(Items listed in a dataset)
>>>
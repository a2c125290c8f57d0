// Public surface of core/geometry: axis of a mask, poles, outline, positions along the AP axis, straightening,
// and embryo detection. Coordinates: x = column, y = row (y down), 0-based, pixel centres at integers.
export { axisFraction, axisFrame, axisLeftNormal, axisLengthPx, distancePx, pointOnAxis, projectPointOntoAxis } from './axis-math';
export type { AxisPosition } from './axis-math';
export { principalAxis } from './principal-axis';
export type { PrincipalAxis } from './principal-axis';
export { polesFromOutline } from './poles';
export type { PoleExtent } from './poles';
export { maskContours, maskOutline } from './outline';
export { straightenPlane } from './straighten';
export { endMeans, chooseAnterior } from './orientation';
export { detectEmbryo } from './detect';
export type { EmbryoDetection } from './detect';
export { distanceOutsideMaskPx } from './outside';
<<<
• **TASK GOAL**
Say the number of lines above that include "type", and only that.

• **ANSWER BOX**
4